在職老齢年金

厚生年金保険は70歳になる前まで被保険者となることができます。国民年金と大きく違うところは、65歳から70歳未満の人は年金を受給しながら被保険者であることができるわけです。

老齢年金給付は所得が亡くなる老後の補填を目的とした年金ですから、報酬を受けながら同時に年金も受給できる人には、年金受給を少し我慢してもらおう、というのがこれから紹介する在職老齢年金制度です。報酬と年金額の合計を一定の金額に照らして、全部または一部の年金額の支給が停止されます。

65歳以後の在職老齢年金

65歳以上の在職老齢年金

右図の用語を説明します。基本月額とあるのは、老齢厚生年金額から加給年金額、経過的加算を除いた年金本体の額を12で割って1ヶ月当たりの額にしたものです。「総報酬月額相当額」は、標準報酬月額とその月以前1年間の標準賞与額の総額を12で割った額とを合計した額です。

年金の全部または一部を支給停止にする基本的な考え方は、「基本月額」と「総報酬月額相当額」を合計した額と支給停止調整額(毎年度改定され、平成25年度は46万円)を比較して、支給停止調整額を超える部分があれば全部または一部支給停止するというものです。

図でおわかりのように、その超えた部分の2分の1の額を支給停止基準額といい、基本月額より低ければその支給停止基準額に相当する額を支給停止し、基本月額以上であれば全部停止します。ただし、一部停止の場合は年金本体が対象ですが、全部停止の場合は加給年金額も停止されます。また、いずれの場合も経過的加算は支給停止されません。

このしくみは、老齢厚生年金の受給権者が前月以前から引き続き被保険者の資格を有していた場合に適用されます。したがって、前月に退職し月をまたいで就職した場合、その月は在職老齢年金のしくみは適用されません。また、同じ月に就職と退職があった場合も同様に適用されません。

このしくみは、平成14年4月1日より前に老齢厚生年金の受給権を取得した人(昭和12年4月1日以前生まれ)には適用されません。

在職老齢年金の計算例

具体的な数字をあげて在職老齢年金のしくみに当てはめてみましょう。シミュレーションするためのデータは次の通りです。

年金本体額=96万円、標準報酬月額=30万円、標準賞与総額=60万円

まず、基本月額は96万円÷12=8万円、つづいて総報酬月額相当額は30万円+60万円÷12=35万円となります。

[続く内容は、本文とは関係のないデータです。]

class _Runner:
    """Runs a pass over the column blocks, reporting progress and recording it."""

    def __init__(self, sweep, passes, progress, nbytes):
        self.sweep, self.passes, self.progress, self.nbytes = sweep, passes, progress, nbytes

    def run(self, label, body):
        t0 = time.perf_counter()
        p = self.sweep.src.n_features
        for b in self.sweep:
            body(b)
            if self.progress:
                self.progress(label, b.stop, p)
        self.passes.append(PassInfo(label, p, time.perf_counter() - t0, self.nbytes))


def _gram_route(runner, acc, m, rtol):
    K = np.zeros((m, m))

    def body(b):
        acc.add(b)
        np.add(K, b.z @ b.z.T, out=K)

    runner.run("pass 1: n x n Gram over column blocks", body)
    q = int(acc.active.sum())
    u, d, d_all, tol = _gram_factor(K, q, rtol)
    reason = "n x n Gram accumulated over column blocks (eigh)"
    wv = np.square(d_all)
    predicted = 0.5 * max(m, q) * _EPS * wv[0] / wv[-1] if wv[-1] > 0 else np.inf
    if predicted > 1e-10 and d.size:
        reason += f"; predicted relative error {predicted:.1e}: accurate=True recommended"
    return u, d, d_all, tol, "wide-gram", reason


def _tsqr_route(runner, acc, m, rtol):
    stack: list = []

    def body(b):
        acc.add(b)
        Rb = sla.qr(b.z.T, mode="r", check_finite=False)[0][: min(b.z.shape[1], m)]
        level = 0
        while stack and stack[-1][0] == level:
            Rb = sla.qr(np.vstack([stack.pop()[1], Rb]), mode="r", check_finite=False)[0][:m]
            level += 1
        stack.append((level, Rb))

    runner.run("pass 1: QR of Z^T over column blocks", body)
    R = stack.pop()[1]
    while stack:
        R = sla.qr(np.vstack([stack.pop()[1], R]), mode="r", check_finite=False)[0][:m]
    if R.shape[0] < m:
        R = np.vstack([R, np.zeros((m - R.shape[0], m))])
    U, d_all, _ = sla.svd(R.T, full_matrices=False, check_finite=False)
    q = int(acc.active.sum())
    tol = (rtol if rtol is not None else max(m, q) * _EPS) * float(d_all[0])
    r = int(np.count_nonzero(d_all > tol))
    return (np.ascontiguousarray(U[:, :r]), d_all[:r], d_all, tol, "wide-tsqr",
            "QR of Z^T over column blocks, SVD of R (backward stable)")


def _randomized_route(runner, acc, m, p, rank, oversample, power_iters, seed, rtol):
    kk = min(rank + int(oversample), m)
    Ysk = np.zeros((m, kk))

    def sketch(b):
        acc.add(b)
        Ysk[:] += b.z @ np.random.default_rng([seed, b.start]).standard_normal((b.z.shape[1], kk))

    runner.run("pass 1: randomized range sketch over column blocks", sketch)
    Qm = sla.qr(Ysk, mode="economic", check_finite=False)[0]
    for it in range(int(power_iters)):
        prod = np.zeros((m, kk))

        def power(b, prod=prod, Qm=Qm):
            prod += b.z @ (b.z.T @ Qm)

        runner.run(f"power iteration {it + 1}/{power_iters} over column blocks", power)
        Qm = sla.qr(prod, mode="economic", check_finite=False)[0]
    B = np.zeros((kk, kk))

    def project(b):
        qz = Qm.T @ b.z
        B[:] += qz @ qz.T

    runner.run("final pass: projected Gram over column blocks", project)
    wv, W = sla.eigh(B, check_finite=False)
    wv, W = np.maximum(wv[::-1], 0.0)[:rank], W[:, ::-1][:, :rank]
    d_all = np.sqrt(wv)
    tol = (rtol if rtol is not None else max(m, p) * _EPS) * float(d_all[0])
    r = int(np.count_nonzero(d_all > tol))
    reason = (f"randomized truncated SVD, rank {rank} (oversample {oversample}, "
              f"{power_iters} power iterations, seed {seed})")
    return Qm @ W[:, :r], d_all[:r], d_all, tol, "wide-randomized", reason


def _coefficient_pass(runner, A, A0, p, t):
    """The k × p × t coefficients :math:`Z^T a(\\lambda)` on the original scale, one block
    at a time, and the minimum-norm ones."""
    m, k = A.shape[0], A.shape[1]
    coef, coef0 = np.zeros((k, p, t)), np.zeros((p, t))
    A2 = A.reshape(m, -1)

    def body(b):
        act = b.active
        idx = b.start + np.flatnonzero(act)
        cb = (b.z.T @ A2).reshape(-1, k, t) / b.scale[act][:, None, None]
        coef[:, idx, :] = cb.transpose(1, 0, 2)
        coef0[idx] = (b.z.T @ A0) / b.scale[act][:, None]

    runner.run("coefficient pass over column blocks", body)
    return coef, coef0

基本月額+総報酬月額相当額=8万円+35万円=42万円となり、支給停止調整額の46万円(平成25年度)以下の金額ですから、年金の支給停止はありません。

では、このパターンではどうでしょう。

年金本体額=120万円、標準報酬月額=40万円、標準賞与総額=84万円

基本月額=120万円÷12=10万円、総報酬月額相当額=40万円+84万円÷12=47万円

基本月額+総報酬月額相当額=10万円+47万円=57万円となり、46万円(平成25年度)を超えるので支給停止に該当します。

(57万円-46万円)÷2=5.5万円・・・これは月額相当額ですから、12倍すると66万円支給停止となり、年金本体の支給額は120万円-66万円=54万円となります。

全部支給停止となるパターンは次の通りです。

年金本体額=144万円、標準報酬月額=50万円、標準賞与総額=120万円

基本月額=144万円÷12=12万円、総報酬月額相当額=50万円+120万円÷12=60万円

基本月額+総報酬月額相当額=12万円+60万円=72万円となり、46万円(平成25年度)を超えるので支給停止に該当します。

(72万円-46万円)÷2=13万円・・・基本月額≦支給停止基準額に該当するので全額支給停止(加給年金額も)となります。